The deeper his voice became the higher her’s went up, “Don’t give me that. It was fine until you got involved.”

“Both of you stop,” I couldn’t believe they were arguing at a time like this, “we were all to blame.” Though I actually thought IE had a greater share of the responsibility.

Oh, I guess this conversation may be a little confusing to you. Well remember my last Post http://www.petercruikshank.com.customers.tigertech.net/2012/02/chaffin-thirty/ where I was so proud that I finally got Lesson Four figured out. Wow, I was so proud of myself. In that Post I was supposed to write a Sentence that captured the essence my story line. Something that I could print out and tape on the side of my computer to remind me what the goal of my story is as I write my story — and maybe something to grab the attention of an Agent or Publisher. And I nailed it.

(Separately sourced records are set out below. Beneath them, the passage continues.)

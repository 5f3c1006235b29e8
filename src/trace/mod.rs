//! Terms of the trace formula, their smoothing, and their sum.

mod term;

pub use term::{Amplitude, Term};
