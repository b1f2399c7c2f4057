/** Newest migration this source tree was written for. Web and worker refuse a database that has another one. */
export const SCHEMA_VERSION = '20261202160000-let-staged-rows-be-erased';
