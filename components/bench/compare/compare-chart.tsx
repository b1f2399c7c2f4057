'use client';

import { useRef, type KeyboardEvent } from 'react';
import { cx } from '@/components/ui/class-names';
import { formatShort } from '@/lib/presentation/round';
import { axisOf } from './chart-axes';
import { frontOf, type ComparePoint } from './compare-points';

const WIDTH = 340;
const HEIGHT = 228;
const EDGE = { left: 46, right: 12, top: 28, bottom: 38 };

export const signed = (percent: number): string => {
  const text = formatShort(percent, 1);
  return percent > 0 && text !== '0' ? `+${text}` : text === '0' || text === '−0' ? '±0' : text;
};

/**
 * Time against SNR, one stitch for each remedy, the front as a thread: what lies under the thread is paid for without
 * gain. One stop for Tab; arrow keys walk the stitches from quick to slow, Enter tries one.
 */
export function CompareChart({
  points,
  titles,
  linkedKey,
  triedKey,
  onLink,
  onTry,
}: {
  points: readonly ComparePoint[];
  titles: ReadonlyMap<string, string>;
  linkedKey: string | null;
  triedKey: string | null;
  onLink: (key: string | null) => void;
  onTry: (key: string) => void;
}) {
  const chart = useRef<SVGSVGElement>(null);
  const time = axisOf(points.map(({ timePct }) => timePct));
  const snr = axisOf(points.map(({ snrPct }) => snrPct));
  const x = (value: number) => EDGE.left + ((value - time.low) / (time.high - time.low)) * (WIDTH - EDGE.left - EDGE.right);
  const y = (value: number) => HEIGHT - EDGE.bottom - ((value - snr.low) / (snr.high - snr.low)) * (HEIGHT - EDGE.top - EDGE.bottom);
  const inOrder = [...points].sort((a, b) => a.timePct - b.timePct || b.snrPct - a.snrPct);
  const stop = [linkedKey, triedKey].find((key) => inOrder.some((point) => point.key === key)) ?? inOrder[0]?.key;
  const steps = frontOf(points);

  const onKeyDown = (event: KeyboardEvent<SVGGElement>, key: string) => {
    const by = { ArrowRight: 1, ArrowUp: 1, ArrowLeft: -1, ArrowDown: -1 }[event.key];
    if (by !== undefined) {
      event.preventDefault();
      const next = inOrder[inOrder.findIndex((point) => point.key === key) + by];
      if (next) chart.current?.querySelector<SVGGElement>(`[data-point="${CSS.escape(next.key)}"]`)?.focus();
    } else if (event.key === 'Enter' || event.key === ' ') {
      event.preventDefault();
      onTry(key);
    }
  };
  return (
    <svg ref={chart} viewBox={`0 0 ${WIDTH} ${HEIGHT}`} role="group" aria-label="Remedies, scan time against SNR" className="w-full overflow-visible text-[13px]">
      {snr.ticks.map((tick) => (
        <g key={tick}>
          <path d={`M${EDGE.left} ${y(tick)}H${WIDTH - EDGE.right}`} className={tick === 0 ? 'stroke-line-strong' : 'stroke-line'} />
          <text x={EDGE.left - 6} y={y(tick) + 4} textAnchor="end" className="figures fill-ink-soft">{signed(tick)}</text>
        </g>
      ))}
      {time.ticks.map((tick) => (
        <g key={tick}>
          <path d={`M${x(tick)} ${EDGE.top}V${HEIGHT - EDGE.bottom}`} className={tick === 0 ? 'stroke-line-strong' : 'stroke-line'} />
          <text x={x(tick)} y={HEIGHT - EDGE.bottom + 15} textAnchor="middle" className="figures fill-ink-soft">{signed(tick)}</text>
        </g>
      ))}
      <text x={WIDTH - EDGE.right} y={HEIGHT - 5} textAnchor="end" className="fill-ink-soft">scan time, %</text>
      <text x={2} y={11} className="fill-ink-soft">SNR, %</text>
      {steps.length > 1 && (
        <path
          data-node="front"
          d={`M${steps.map((point) => `${x(point.timePct)} ${y(point.snrPct)}`).join('L')}`}
          className="fill-none stroke-indigo"
          strokeDasharray="1 4"
          strokeLinecap="round"
          strokeWidth={2}
        />
      )}
      <g data-node="now">
        <path d={`M${x(0) - 7} ${y(0)}h14M${x(0)} ${y(0) - 7}v14`} className="stroke-ink" strokeWidth={2.5} />
        <text x={x(0) - 9} y={y(0) - 6} textAnchor="end" className="fill-ink font-medium">now</text>
      </g>
      {inOrder.map((point) => (
        <Stitch
          key={point.key}
          point={point}
          at={[x(point.timePct), y(point.snrPct)]}
          title={titles.get(point.key) ?? point.key}
          linked={point.key === linkedKey}
          tried={point.key === triedKey}
          stop={point.key === stop}
          onLink={onLink}
          onTry={onTry}
          onKeyDown={onKeyDown}
        />
      ))}
    </svg>
  );
}

function Stitch({
  point,
  at: [x, y],
  title,
  linked,
  tried,
  stop,
  onLink,
  onTry,
  onKeyDown,
}: {
  point: ComparePoint;
  at: readonly [number, number];
  title: string;
  linked: boolean;
  tried: boolean;
  stop: boolean;
  onLink: (key: string | null) => void;
  onTry: (key: string) => void;
  onKeyDown: (event: KeyboardEvent<SVGGElement>, key: string) => void;
}) {
  const words = `${title}: time ${signed(point.timePct)} %, SNR ${signed(point.snrPct)} %${point.leavesFold ? ', leaves fold in the keep-clear area' : ''}`;
  const arm = linked || tried ? 6 : 4;
  return (
    <g
      role="button"
      tabIndex={stop ? 0 : -1}
      aria-label={words}
      aria-pressed={tried}
      data-point={point.key}
      onClick={() => onTry(point.key)}
      onKeyDown={(event) => onKeyDown(event, point.key)}
      onFocus={() => onLink(point.key)}
      onBlur={() => onLink(null)}
      onPointerEnter={() => onLink(point.key)}
      onPointerLeave={() => onLink(null)}
      className="cursor-pointer"
    >
      <title>{words}</title>
      <rect x={x - 12} y={y - 12} width={24} height={24} className={cx('fill-transparent', linked && 'fill-wash')} />
      <path
        d={`M${x - arm} ${y - arm}L${x + arm} ${y + arm}M${x - arm} ${y + arm}L${x + arm} ${y - arm}`}
        className={cx(point.leavesFold ? 'stroke-thread' : point.onFront || linked || tried ? 'stroke-indigo' : 'stroke-ink-soft')}
        strokeWidth={linked || tried ? 3 : point.onFront ? 2.25 : 1.25}
        strokeDasharray={point.leavesFold ? '3 2' : undefined}
      />
    </g>
  );
}
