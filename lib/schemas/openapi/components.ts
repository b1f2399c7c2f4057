import '@/lib/schemas/fields/jitless';
import * as z from 'zod';
import { createBookingInput } from '@/lib/schemas/booking';
import { benchViewSchema, bookingListItemSchema, bookingPageSchema } from '@/lib/schemas/booking/views';
import { assessmentSchema, checkAnswerSchema, remedySchema } from '@/lib/schemas/case/assessment';
import { caseInput } from '@/lib/schemas/case/case-input';
import { caseSchema } from '@/lib/schemas/case/case-schema';
import { keepClearSchema } from '@/lib/schemas/case/keep-clear';
import { patientSchema } from '@/lib/schemas/case/patient';
import { policySchema } from '@/lib/schemas/case/policy';
import { prescriptionSchema } from '@/lib/schemas/case/prescription';
import { scannerSchema } from '@/lib/schemas/case/scanner';
import { bundleDoneSchema, commitImportBody, importDoneSchema, importStartedSchema, stagedRowsSchema, stageRowsBody, startImportInput } from '@/lib/schemas/import';
import { changeBookedBody } from '@/lib/schemas/move-proposal';
import { outcomeListSchema, outcomeViewSchema, recordOutcomeBody } from '@/lib/schemas/outcome';
import { requestSheetBody, sheetViewSchema } from '@/lib/schemas/plan-sheet';
import { movePlanBody, savePlanBody, signOffBody } from '@/lib/schemas/plan';
import { newestVersionViewSchema, planViewSchema } from '@/lib/schemas/plan/views';
import { protocolListSchema, protocolViewSchema } from '@/lib/schemas/protocol/views';
import { scannerListSchema, scannerViewSchema } from '@/lib/schemas/scanner/views';
import { policyViewSchema } from '@/lib/schemas/site-policy/views';
import { addReadingsBody } from '@/lib/schemas/size-reading';
import { sizeRecordSchema } from '@/lib/schemas/size-reading/views';

/** RFC 9457, with the members every refusal of ours may carry. */
const problemSchema = z.object({
  type: z.string().describe('urn:selvedge:problem:<code>'),
  title: z.string().describe('What went wrong, for people.'),
  status: z.int(),
  code: z.string(),
  fields: z.record(z.string(), z.string()).describe('Dotted field name → what was given and what is allowed.').optional(),
  details: z.record(z.string(), z.unknown()).optional(),
  incidentId: z.string().describe('Number to quote when the fault is ours.').optional(),
});

/** Parts both requests and answers are made of. */
const SHARED = {
  Patient: patientSchema,
  Prescription: prescriptionSchema,
  KeepClear: keepClearSchema,
  Scanner: scannerSchema,
  Policy: policySchema,
};

export const REQUESTS = {
  CaseInput: caseInput,
  NewBooking: createBookingInput,
  ChangeBooked: changeBookedBody,
  NewSizeReadings: addReadingsBody,
  StartImport: startImportInput,
  StageRows: stageRowsBody,
  CommitImport: commitImportBody,
  SavePlan: savePlanBody,
  MovePlan: movePlanBody,
  SignOff: signOffBody,
  NewOutcome: recordOutcomeBody,
  RequestSheet: requestSheetBody,
} as const;

export const ANSWERS = {
  Problem: problemSchema,
  Case: caseSchema,
  Assessment: assessmentSchema,
  Remedy: remedySchema,
  CheckAnswer: checkAnswerSchema,
  Booking: bookingListItemSchema,
  BookingPage: bookingPageSchema,
  Bench: benchViewSchema,
  SizeRecord: sizeRecordSchema,
  ImportStarted: importStartedSchema,
  StagedRows: stagedRowsSchema,
  ImportDone: importDoneSchema,
  BundleDone: bundleDoneSchema,
  ScannerVersion: scannerViewSchema,
  ScannerList: scannerListSchema,
  ProtocolVersion: protocolViewSchema,
  ProtocolList: protocolListSchema,
  PolicyVersion: policyViewSchema,
  Plan: planViewSchema,
  NewestVersion: newestVersionViewSchema,
  Outcome: outcomeViewSchema,
  OutcomeList: outcomeListSchema,
  Sheet: sheetViewSchema,
} as const;

export type RequestName = keyof typeof REQUESTS;
export type AnswerName = keyof typeof ANSWERS;

type JsonSchema = Record<string, unknown>;

function toComponents(schemas: Readonly<Record<string, z.ZodType>>, io: 'input' | 'output'): Record<string, JsonSchema> {
  const registry = z.registry<{ id: string }>();
  for (const [id, schema] of Object.entries(schemas)) registry.add(schema, { id });
  const { schemas: made } = z.toJSONSchema(registry, { io, uri: (id) => `#/components/schemas/${id}` });
  return Object.fromEntries(
    Object.entries(made).map(([id, { $schema: _dialect, $id: _uri, ...schema }]) => [id, schema]),
  );
}

/** Every schema of the API by name: what is sent as it may be written, what is answered as it arrives. */
export function componentSchemas(): Record<string, JsonSchema> {
  return { ...toComponents({ ...SHARED, ...REQUESTS }, 'input'), ...toComponents({ ...SHARED, ...ANSWERS }, 'output') };
}
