import type { Metadata } from 'next';
import { Bench } from '@/components/bench/bench';
import { BenchChoiceHeading } from '@/components/bench/bench-choice-heading';
import { NothingSetUp } from '@/components/bench/nothing-set-up';
import { identityOf } from '@/components/bench/saving/plan-identity';
import { firstView } from '@/components/bench/state/first-view';
import { documentOfProtocol, prescriptionsOf } from '@/components/bench/state/plan-document';
import { AddToDemonstration } from '@/components/demonstration/capture/add-to-demonstration';
import { mayAttempt } from '@/lib/domain/access';
import { loadPage } from '@/lib/http/load-page';
import { dayKey } from '@/lib/presentation/moment';
import { listDemonstrations } from '@/lib/services/demonstration/list-demonstrations';
import { getPolicy } from '@/lib/services/site-policy/get-policy';
import { getProtocol } from '@/lib/services/protocol/get-protocol';
import { listProtocols } from '@/lib/services/protocol/list-protocols';
import { listScanners } from '@/lib/services/scanner/list-scanners';

import { addSceneAction, createDemonstrationAction } from '../demonstrations/actions';

export const metadata: Metadata = { title: 'Bench' };

export default async function FreeBenchPage({ searchParams }: { searchParams: Promise<{ scanner?: string; protocol?: string }> }) {
  const wanted = await searchParams;
  const { scanners, protocols, scanner, protocol, policy, actor, teaches } = await loadPage(async (context) => {
    const [scanners, protocols, policy] = await Promise.all([listScanners(context), listProtocols(context), getPolicy(context)]);
    const scanner = scanners.find(({ id }) => id === wanted.scanner) ?? scanners[0];
    const chosen = protocols.find(({ id }) => id === wanted.protocol) ?? protocols[0];
    const protocol = chosen && (await getProtocol(context, { id: chosen.id }));
    const teaches = mayAttempt(context.actor, 'demonstration.edit') ? await listDemonstrations(context) : null;
    return { scanners, protocols, scanner, protocol, policy, actor: context.actor, teaches };
  });
  if (!scanner || !protocol) return <NothingSetUp scanner={scanner !== undefined} mayEdit={mayAttempt(actor, 'scanner.edit')} />;
  const document = documentOfProtocol(protocol, scanner.scanner);
  const setting = { policy: policy.policy, today: dayKey(new Date()) };
  return (
    <Bench
      key={`${scanner.id}/${protocol.id}`}
      document={document}
      setting={setting}
      {...firstView(document, setting)}
      basis={{
        bookingId: null,
        scannerId: scanner.id,
        scannerVersion: scanner.version,
        protocolId: protocol.id,
        protocolVersion: protocol.version,
        policyVersion: policy.version,
      }}
      plan={identityOf(undefined)}
      userId={actor.userId ?? ''}
      mayEdit={mayAttempt(actor, 'plan.edit')}
      keepClearPreset={protocol.keepClear}
      protocolLabel={`${protocol.name} v${protocol.version}`}
      protocolPrescriptions={prescriptionsOf(protocol, scanner.scanner)}
    >
      <BenchChoiceHeading
        scanners={scanners.map(({ id, scanner: { name } }) => ({ id, name }))}
        protocols={protocols.map(({ id, name }) => ({ id, name }))}
        scannerId={scanner.id}
        protocolId={protocol.id}
      />
      {teaches && <AddToDemonstration demonstrations={teaches} add={addSceneAction} begin={createDemonstrationAction} />}
    </Bench>
  );
}
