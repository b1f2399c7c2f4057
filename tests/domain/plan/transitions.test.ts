import fc from 'fast-check';
import { describe, expect, it } from 'vitest';
import type { Assessment, Verdict } from '@/lib/domain/case/model';
import { readShortCode, SHORT_CODE_ALPHABET, shortCodeFrom } from '@/lib/domain/plan/short-code';
import { PLAN_STATES, type PlanState } from '@/lib/domain/plan/states';
import { needsSignOff, refusalToMove, signOffCause, stateAfterSave } from '@/lib/domain/plan/transitions';

const withVerdict = (...verdicts: Verdict[]): Assessment[] =>
  verdicts.map((verdict) => ({ verdict, reasons: [{ code: 'x', text: 'why' }] }) as unknown as Assessment);
const relaxed = { signOffAlways: false, tolerateFoldOutsidePct: 100 };
const strict = { ...relaxed, signOffAlways: true };
const clean = withVerdict('no-fold-expected', 'fold-outside-keep-clear');
const may = (state: PlanState, to: PlanState, assessments = clean, policy = relaxed) =>
  refusalToMove({ state, assessments, policy }, to) === undefined;

describe('plan states', () => {
  it('are exactly these moves when nothing is left to decide', () => {
    const allowed = PLAN_STATES.flatMap((state) => PLAN_STATES.filter((to) => may(state, to)).map((to) => `${state} → ${to}`));
    expect(allowed).toEqual([
      'draft → for use',
      'for use → draft', 'for use → signed off', 'for use → used',
      'signed off → draft', 'signed off → used',
    ]);
  });

  it('a radiologist decides when fold is left in the keep-clear area, or when the policy says so', () => {
    const left = withVerdict('no-fold-expected', 'fold-in-keep-clear');
    expect(needsSignOff(clean, relaxed)).toBe(false);
    expect(needsSignOff(left, relaxed)).toBe(true);
    expect(needsSignOff(clean, strict)).toBe(true);
    expect(may('for use', 'used', left)).toBe(false);
    expect(may('for use', 'used', clean, strict)).toBe(false);
    expect(may('signed off', 'used', left)).toBe(true);
  });

  it('a radiologist decides when more fold is left beside the area than is tolerated, and not at the limit itself', () => {
    const outside = (displayedShare: number) =>
      [{ verdict: 'fold-outside-keep-clear', reasons: [], fold: { displayedShare } }] as unknown as Assessment[];
    const policy = { ...relaxed, tolerateFoldOutsidePct: 25 };
    expect(signOffCause(outside(0.25), policy)).toBeUndefined();
    expect(signOffCause(outside(0.26), policy)).toBe('fold-outside-beyond-tolerated');
    expect(signOffCause(outside(0.26), relaxed)).toBeUndefined();
  });

  it.each(['cannot-be-scanned', 'not-modelled'] as const)('a plan with a sequence that is %s is not put for use', (verdict) => {
    expect(may('draft', 'for use', withVerdict('no-fold-expected', verdict))).toBe(false);
    expect(refusalToMove({ state: 'draft', assessments: withVerdict('no-fold-expected', verdict), policy: relaxed }, 'for use')).toContain('Sequence 2');
  });

  it('a new version goes back to draft: what was agreed on was another plan', () => {
    expect(PLAN_STATES.map(stateAfterSave)).toEqual(['draft', 'draft', 'draft', 'used']);
  });
});

describe('a short code', () => {
  it('is read back as written, in any case, with spaces or dashes', () => {
    fc.assert(
      fc.property(fc.uint8Array({ minLength: 8, maxLength: 8 }), (bytes) => {
        const code = shortCodeFrom(bytes);
        expect([...code].every((letter) => SHORT_CODE_ALPHABET.includes(letter))).toBe(true);
        expect(readShortCode(`${code.slice(0, 4).toLowerCase()}-${code.slice(4)} `)).toBe(code);
      }),
      { seed: 7, numRuns: 200 },
    );
  });
  it.each(['', 'ABC', 'ABCDEFG0', 'ABCDEFGHJ'])('“%s” is none', (text) => expect(readShortCode(text)).toBeUndefined());
});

Then I heard back from Holly. You know, the higher power that I bow to. No, I did not give God the name Holly. I am talking about the experienced author whose course I am taking. Though in some sense she is a higher power as far as my writing goes.

She said it was “okay”. But also said I really didn’t get it. So I went back, and back, and back again rewriting the Sentence and still couldn’t get it. This is where the Beep-Beep-Beep comes from — like a truck backing up. Oh well, I thought it was funny 🙂

I was getting REALLY frustrated, even with Holly’s advice. Then I spent some time on the Course Forums and got feedback from other writers who helped me to understand the Sentence. This was really helpful and I believe I now understand how to write the Sentence. I am reworking my Sentence to get it the way I think it should be and then I will FINALLY be off to Lesson Five.

Oh, and I really do think IE was a big part of the problem. Willow and I were really going to town playing with the words and concepts and then we let IE play. First thing he did was look at the “formula” and told us we didn’t have it “according to the formula”. From that point on we spent a lot of time trying to make the Sentence fit the formula rather than having fun with it. A big lesson learned — Don’t let the rules get in the way of the passion! I shouldn’t be too hard on IE though. We wouldn’t of gotten as far as we had without him so I guess we needed to go that route before we could go back and get a better feel for what the Sentence should really be.

This was a little bit of a setup back, but hopefully we are back on track now. A couple of days working on the Sentence and I will be on to Lesson Five. If this is the worse set back I experience I will be really lucky. And actually I learned a lot by having to go to the Forums and getting other writer’s input.